------ AVAILABLE RECORDS ------
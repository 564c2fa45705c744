import { queryOptions } from '@tanstack/react-query';
import { z } from 'zod';
import { ApiError, api, seg, setCsrfToken } from '@/lib/api-client';
import {
  csrfResponseSchema,
  invitationPreviewSchema,
  loginResponseSchema,
  meSchema,
  type AcceptInvitationBody,
  type ForgotPasswordBody,
  type LoginBody,
  type Me,
  type ResetPasswordBody,
} from '@shared/schemas/auth';
import { okSchema } from '@shared/schemas/common';

export const authKeys = {
  all: ['auth'] as const,
  me: () => [...authKeys.all, 'me'] as const,
  invitation: (token: string) => [...authKeys.all, 'invitation', token] as const,
};

const meResponseSchema = z.object({ user: meSchema });

/** The signed-in person, or null when signed out (401 is an answer here, not a failure). */
export function meQueryOptions() {
  return queryOptions({
    queryKey: authKeys.me(),
    queryFn: async (): Promise<Me | null> => {
      try {
        return (await api.get('/api/auth/me', meResponseSchema)).user;
      } catch (error) {
        if (error instanceof ApiError && error.status === 401) return null;
        throw error;
      }
    },
    staleTime: 60_000,
  });
}

export function invitationQueryOptions(token: string) {
  return queryOptions({
    queryKey: authKeys.invitation(token),
    queryFn: () => api.get(`/api/invitations/${seg(token)}`, invitationPreviewSchema),
    staleTime: Infinity,
  });
}

export async function login(body: LoginBody): Promise<Me> {
  const { user, csrfToken } = await api.post('/api/auth/login', body, loginResponseSchema);
  setCsrfToken(csrfToken);
  return user;
}

export async function logout(): Promise<void> {
  const { csrfToken } = await api.post('/api/auth/logout', {}, csrfResponseSchema);
  setCsrfToken(csrfToken);
}

export async function requestPasswordReset(body: ForgotPasswordBody): Promise<void> {
  await api.postNoContent('/api/auth/password/forgot', body);
}

export async function resetPassword(body: ResetPasswordBody): Promise<void> {
  await api.post('/api/auth/password/reset', body, okSchema);
}

export async function acceptInvitation(body: AcceptInvitationBody): Promise<Me> {
  const { user, csrfToken } = await api.post('/api/invitations/accept', body, loginResponseSchema);
  setCsrfToken(csrfToken);
  return user;
}
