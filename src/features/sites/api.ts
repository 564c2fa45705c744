import { queryOptions } from '@tanstack/react-query';
import { ApiError, api, seg } from '@/lib/api-client';
import { crsSchema, siteListSchema, siteSchema, type Crs, type SiteBody, type SitePatch } from '@shared/schemas/sites';

export const siteKeys = {
  all: ['sites'] as const,
  lists: () => [...siteKeys.all, 'list'] as const,
  details: () => [...siteKeys.all, 'detail'] as const,
  detail: (siteId: string) => [...siteKeys.details(), siteId] as const,
};

export const crsKeys = {
  all: ['crs'] as const,
  detail: (code: number) => [...crsKeys.all, code] as const,
};

export function sitesQueryOptions() {
  return queryOptions({
    queryKey: siteKeys.lists(),
    queryFn: async () => (await api.get('/api/sites', siteListSchema)).sites,
  });
}

export function siteQueryOptions(siteId: string) {
  return queryOptions({
    queryKey: siteKeys.detail(siteId),
    queryFn: () => api.get(`/api/sites/${seg(siteId)}`, siteSchema),
  });
}

/** A CRS by EPSG code; null when the code is unknown, so the form can say so without an error state. */
export function crsQueryOptions(code: number) {
  return queryOptions({
    queryKey: crsKeys.detail(code),
    queryFn: async (): Promise<Crs | null> => {
      try {
        return await api.get(`/api/crs/${code}`, crsSchema);
      } catch (error) {
        if (error instanceof ApiError && error.status === 404) return null;
        throw error;
      }
    },
    staleTime: Infinity,
  });
}

export function createSite(body: SiteBody) {
  return api.post('/api/sites', body, siteSchema);
}

export function updateSite(siteId: string, body: SitePatch) {
  return api.patch(`/api/sites/${seg(siteId)}`, body, siteSchema);
}
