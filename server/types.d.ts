import 'express-session';
import type { SiteRole } from '@shared/schemas/common';

declare global {
  namespace Express {
    interface User {
      id: string;
      email: string;
      name: string;
      isAdmin: boolean;
      disabled: boolean;
    }
    interface Request {
      /** Set by the site policy: the site the route acts on and the caller's role there (null for an Admin who is not a member). */
      siteAccess?: { siteId: string; role: SiteRole | null };
    }
  }
}

declare module 'express-session' {
  interface SessionData {
    csrfToken?: string;
    /** When the signed-in session began, for the absolute lifetime. */
    signedInAtMs?: number;
  }
}
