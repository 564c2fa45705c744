import { useCallback } from 'react';
import { useMutation, useQueryClient, useSuspenseQuery } from '@tanstack/react-query';
import { useNavigate } from 'react-router-dom';
import type { Me } from '@shared/schemas/auth';
import { authKeys, logout, meQueryOptions } from './api';

function isMeQuery(query: { queryKey: readonly unknown[] }): boolean {
  const key = authKeys.me();
  return query.queryKey.length === key.length && query.queryKey.every((part, i) => part === key[i]);
}

/** The signed-in person, or null. Suspends on the first load. */
export function useMe(): Me | null {
  return useSuspenseQuery(meQueryOptions()).data;
}

/**
 * After sign-in or accepting an invitation the session belongs to someone else:
 * drop everything cached for the previous person before showing anything.
 */
export function useStartSession(): (user: Me) => void {
  const queryClient = useQueryClient();
  return useCallback(
    (user: Me) => {
      queryClient.removeQueries({ predicate: (q) => !isMeQuery(q) });
      queryClient.setQueryData(authKeys.me(), user);
    },
    [queryClient],
  );
}

export function useSignOut() {
  const queryClient = useQueryClient();
  const navigate = useNavigate();
  return useMutation({
    mutationFn: logout,
    onSuccess: async () => {
      // Start leaving the signed-in screens first, and commit that at once (flushSync, not a
      // transition), so the shell sees a navigation under way and does not add a ?next= of its own.
      const leaving = navigate('/sign-in', { replace: true, flushSync: true });
      queryClient.setQueryData(authKeys.me(), null);
      await leaving;
      queryClient.removeQueries({ predicate: (q) => !isMeQuery(q) });
    },
  });
}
------
The job is to copy each line from the material above that holds the word "meResponseSchema".

◆ ANSWER FOR THE TASK ◆
const meResponseSchema = z.object({ user: meSchema });
        return (await api.get('/api/auth/me', meResponseSchema)).user;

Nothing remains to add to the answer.